JAKARTA, SELASA — Untuk mengusut penyebab tewasnya Ketua DPRD Abdul Aziz Angkat dalam demo yang berakhir anarkis, polisi telah mengamankan enam orang demonstran. Salah satunya adalah mantan anggota DPRD yang dinilai ikut bertanggung jawab dalam aksi anarkis tersebut.
"Untuk sementara, yang kita mintai pertanggungjawaban dari demo yang berujung anarkis ini adalah para pimpinan aksi, termasuk salah satunya anggota DPRD Candra Panggabean," ujar Kadiv Humas Mabes Polri Irjen Abubakar Nataprawira dalam keterangannya kepada wartawan, Selasa (3/2) malam. Ia mengatakan, jumlah saksi masih akan terus berkembang.
Meskipun belum ada bukti adanya penganiayaan yang menyebabkan Ketua DPRD Sumut meninggal, polisi sudah memastikan bakal ada beberapa saksi yang akan ditetapkan sebagai tersangka. Penanggung jawab aksi bakal ditetapkan sebagai tersangka karena mereka dinilai telah menyalahi izin ujuk rasa.
"Mereka bakal dijerat dengan pasal 17O KUHP tentang tindakan anarkis. Mereka telah melanggar. Izinnya unjuk rasa damai, tapi kenyataannya anarkis," tandas Abubakar.
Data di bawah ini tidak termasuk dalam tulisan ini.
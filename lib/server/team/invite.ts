// An owner invites someone by e-mail: a random link mailed to the person, stored only as its
// sha256, good for INVITATION_DAYS days and for one use.
import createDebug from "debug";
import { getFarm } from "@/db/queries/farms";
import { createInvitation, deleteInvitation, isMemberByEmail } from "@/db/queries/team";
import { getUser } from "@/db/queries/users";
import type { Invitation } from "@/db/schema";
import type { Role } from "@/lib/domain/vocabulary";
import type { Who } from "@/lib/server/auth/authorize";
import { appMailer, escapeHtml } from "@/lib/server/mail/app-mailer";
import { hashToken, newLinkToken } from "@/lib/server/auth/tokens";
import { env } from "@/lib/server/env";
import { AppError } from "@/lib/domain/errors";
import { ROLE_WORDS } from "@/lib/domain/team-words";
import type { InvitationCreate } from "@/lib/domain/validation/team";
import { INVITATION_DAYS } from "./invitation-link";

const log = createDebug("wormward:team");

// What the API shows of an invitation: never the token or its hash.
const publicInvitation = (i: Invitation) => ({ id: i.id, email: i.email, role: i.role, expiresAt: i.expiresAt, createdAt: i.createdAt });

const when = (d: Date, timeZone: string) => d.toLocaleString("en-GB", { timeZone, dateStyle: "long", timeStyle: "short" });

function invitationMail(p: { farmName: string; inviterName: string; role: Role; link: string; expiresAt: Date; timeZone: string }) {
  const r = ROLE_WORDS[p.role];
  const subject = `[Wormward] ${p.inviterName} invited you to ${p.farmName}`;
  const lead = `${p.inviterName} invited you to join ${p.farmName} on Wormward as ${p.role === "owner" ? "an" : "a"} ${r.name.toLowerCase()} (${r.does}).`;
  const until = `The link works once, until ${when(p.expiresAt, p.timeZone)}.`;
  const ignore = "If you did not expect this, ignore this mail: nothing happens unless the link is opened.";
  const text = `Hello,\n\n${lead}\n\nOpen this link to join:\n${p.link}\n\n${until}\n\n${ignore}\n`;
  const html = `<p>Hello,</p><p>${escapeHtml(lead)}</p><p><a href="${escapeHtml(p.link)}">Join ${escapeHtml(p.farmName)}</a></p><p>${escapeHtml(until)}</p><p>${escapeHtml(ignore)}</p>`;
  return { subject, text, html };
}

export async function inviteToFarm(who: Pick<Who, "farmId" | "userId">, invite: InvitationCreate, now = new Date()) {
  const input = { farmId: who.farmId, email: invite.email, role: invite.role, invitedBy: who.userId };
  if (await isMemberByEmail(input.farmId, input.email)) throw new AppError("conflict", `${input.email} is already on the team.`, "email");
  const mailer = appMailer();
  if (!mailer) throw new AppError("internal", "Mail is not set up on this server, so the invitation cannot be sent.");
  const token = newLinkToken();
  const expiresAt = new Date(now.getTime() + INVITATION_DAYS * 86_400_000);
  const row = await createInvitation({ ...input, tokenHash: hashToken(token), expiresAt });
  const [farm, inviter] = await Promise.all([getFarm(input.farmId), getUser(input.invitedBy)]);
  const mail = invitationMail({
    farmName: farm?.name ?? "a farm",
    inviterName: inviter?.name ?? "An owner",
    role: input.role,
    link: `${env().APP_URL}/join/${token}`,
    expiresAt,
    timeZone: farm?.timezone ?? "UTC",
  });
  try {
    await mailer.send({ to: input.email, ...mail });
  } catch (e) {
    // A link nobody received is of no use: drop it so the owner simply tries again.
    log("invitation %s not sent: %s", row.id, (e as Error).message);
    await deleteInvitation(input.farmId, row.id);
    throw new AppError("internal", "The invitation mail could not be sent; nothing was kept. Try again in a minute.");
  }
  log("invitation %s sent for farm %s", row.id, input.farmId);
  return publicInvitation(row);
}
Menurut Abubakar, pasal yang akan dijeratkan tersebut kemungkinan masih akan berkembang ke pelanggaran tindak pidana lainnya, apalagi bila nanti dari hasil penyidikan memang ditemukan saksi-saksi dan bukti adanya tindak kekerasan yang menyebabkan Abdul Aziz Angkat meninggal.
"Kalau memang nanti ditemukan ada bukti yang melakukan pemukulan atau penganiayaan yang menyebakan Ketua DPRD meninggal, tentu akan berkembang. Yang jadi tersangka bukan hanya penanggung jawabnya, tapi para demonstran yang melakukan pemukulan dan penganiayaan," tegas Abubakar.
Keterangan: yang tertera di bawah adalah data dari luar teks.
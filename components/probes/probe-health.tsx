"use client";

import { useProbeHealth } from "@/lib/client/hooks/use-probe-health";
import type { ProbeHealth } from "@/lib/client/wire";
import { METRICS } from "@/lib/domain/metrics";
import { agoWords, clockWords, presenceWords } from "@/lib/domain/probe-presence";
import { formatNumber, formatTemperature, type UnitSystem } from "@/lib/domain/units";
import { Mark, type MarkName } from "@/components/ui/marks";

const SOURCE_WORDS: Record<ProbeHealth["refusals"][number]["source"], string> = { mqtt: "over MQTT", http: "over HTTP", csv: "in a CSV file" };

function valueWords(metric: string, value: number, system: UnitSystem): string {
  if (metric === "temperature") return formatTemperature(value, system);
  const spec = (METRICS as Record<string, { displayUnit: string } | undefined>)[metric];
  return `${formatNumber(value)}${spec?.displayUnit ? ` ${spec.displayUnit}` : ""}`;
}

const labelOf = (metric: string) => (METRICS as Record<string, { label: string } | undefined>)[metric]?.label ?? metric;

/**
 * A probe's health, kept fresh without a reload: waiting for its first reading (and, when messages
 * arrive but are refused, the latest refusal in plain words), then whether it is reporting, its
 * latest values and its recent refused messages.
 */
export function ProbeHealthPanel({ probeId, system }: { probeId: number; system: UnitSystem }) {
  const { data, error } = useProbeHealth(probeId);
  if (!data) return <p className="rounded-2xl bg-white p-4 ring-1 ring-soil-300">{error ? error.message : "Loading…"}</p>;
  const words = presenceWords(data.presence, data.at, data.timeZone);
  const state = data.presence.state;
  const latestRefusal = data.refusals[0];
  const waiting = state === "no-reading-yet";
  const look: { mark: MarkName; cls: string } =
    state === "reporting"
      ? { mark: "reporting", cls: "bg-leaf-100 text-leaf-700 ring-leaf-500" }
      : state === "silent"
        ? { mark: "silent", cls: "bg-straw-100 text-straw-800 ring-straw-600" }
        : { mark: "waiting", cls: "bg-soil-100 text-soil-700 ring-soil-300" };
  return (
    <section aria-labelledby="probe-health" className="space-y-3 rounded-2xl bg-white p-4 ring-1 ring-soil-300">
      <h2 id="probe-health" className="text-lg font-bold">
        Health
      </h2>
      <div aria-live="polite" data-probe-state={state} className="space-y-1">
        <p className={`inline-flex items-center gap-2 rounded-full px-3 py-1 font-bold ring-1 ${look.cls}`}>
          <Mark name={look.mark} size={16} />
          {waiting ? "Waiting for the first reading" : words.headline}
        </p>
        <p className="tabular text-sm">
          {waiting
            ? `This page turns live by itself when the first reading arrives; no need to reload. The probe signs in with user name ${data.probe.code} and its token; a lost token is replaced with New token on the Probes page.`
            : words.detail}
        </p>
        <p className="text-sm text-soil-700">
          Reports every {data.probe.reportIntervalS} s; silent after {data.presence.silentAfterMinutes} min without a report, over MQTT or HTTP alike
          {data.probe.connected ? " · MQTT connection open now" : ""}.
        </p>
        {waiting && latestRefusal && (
          <p data-latest-refusal className="flex gap-2 rounded-xl bg-clay-100 p-3 text-clay-700 ring-1 ring-clay-500">
            <Mark name="error" size={16} />
            <span>
              Messages arrive but are refused. Latest, {agoWords(latestRefusal.receivedAt, data.at, data.timeZone)}: {latestRefusal.sentence}
            </span>
          </p>
        )}
      </div>
      {data.latest.length > 0 && (
        <dl className="grid grid-cols-2 gap-2">
          {data.latest.map((r) => (
            <div key={r.metric} className="rounded-xl bg-paper p-2 ring-1 ring-soil-300">
              <dt className="text-sm text-soil-700">{labelOf(r.metric)}</dt>
              <dd className="tabular text-lg font-bold">{valueWords(r.metric, r.value, system)}</dd>
              <dd className="tabular text-xs text-soil-700">{agoWords(r.ts, data.at, data.timeZone)}</dd>
            </div>
          ))}
        </dl>
      )}
      <h3 className="font-bold">Refused messages</h3>
      {data.refusals.length === 0 ? (
        <p className="text-sm text-soil-700">None: nothing sent by this probe has been refused.</p>
      ) : (
        <ul className="space-y-2">
          {data.refusals.map((r) => (
            <li key={r.id} data-refusal className="rounded-xl bg-paper p-3 text-sm ring-1 ring-soil-300">
              <p className="flex gap-2 font-bold">
                <Mark name="error" size={14} />
                <span>{r.sentence}</span>
              </p>
              <p className="tabular text-soil-700">
                {clockWords(r.receivedAt, data.at, data.timeZone)} {SOURCE_WORDS[r.source]}
                {r.topic ? ` to ${r.topic}` : ""} · {r.records} record{r.records === 1 ? "" : "s"} refused
              </p>
              <ul className="text-xs break-words text-soil-700">
                {r.details.map((d, i) => (
                  <li key={i}>{d}</li>
                ))}
              </ul>
              {r.excerpt !== null && (
                <>
                  <p className="mt-1 text-xs text-soil-700">First bytes received:</p>
                  <code className="block rounded bg-white p-1 text-xs break-all">{r.excerpt}</code>
                </>
              )}
            </li>
          ))}
        </ul>
      )}
    </section>
  );
}
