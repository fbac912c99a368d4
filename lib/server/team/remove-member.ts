import { deleteMember } from "@/db/queries/team";
import type { Who } from "@/lib/server/auth/authorize";
import { memberChanged } from "./member-change";

/** An owner removes a member, themselves included; never the farm's last owner (409). */
export async function removeMember(who: Pick<Who, "farmId">, userId: string) {
  await memberChanged(userId, (id) => deleteMember(who.farmId, id), "cannot be removed");
}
Meski demikian, kesimpulan sementara penyebab kematian Aziz Angkat adalah serangan jantung karena hasil visum RS Pirngadi Medan tidak menemukan tanda-tanda penganiayaan. Meski demikian, polisi tetap melakukan otopsi menyeluruh untuk menemukan penyebab sebenarnya.
"Kesimpulan sementara ini baru dari visum. Kami masih akan melakukan otopsi. Visum kan hanya di luarnya saja. Kalau otopsi secara meyeluruh. Dilakukan operasi pembedahan terhadap jenazahnya," kata Abubakar.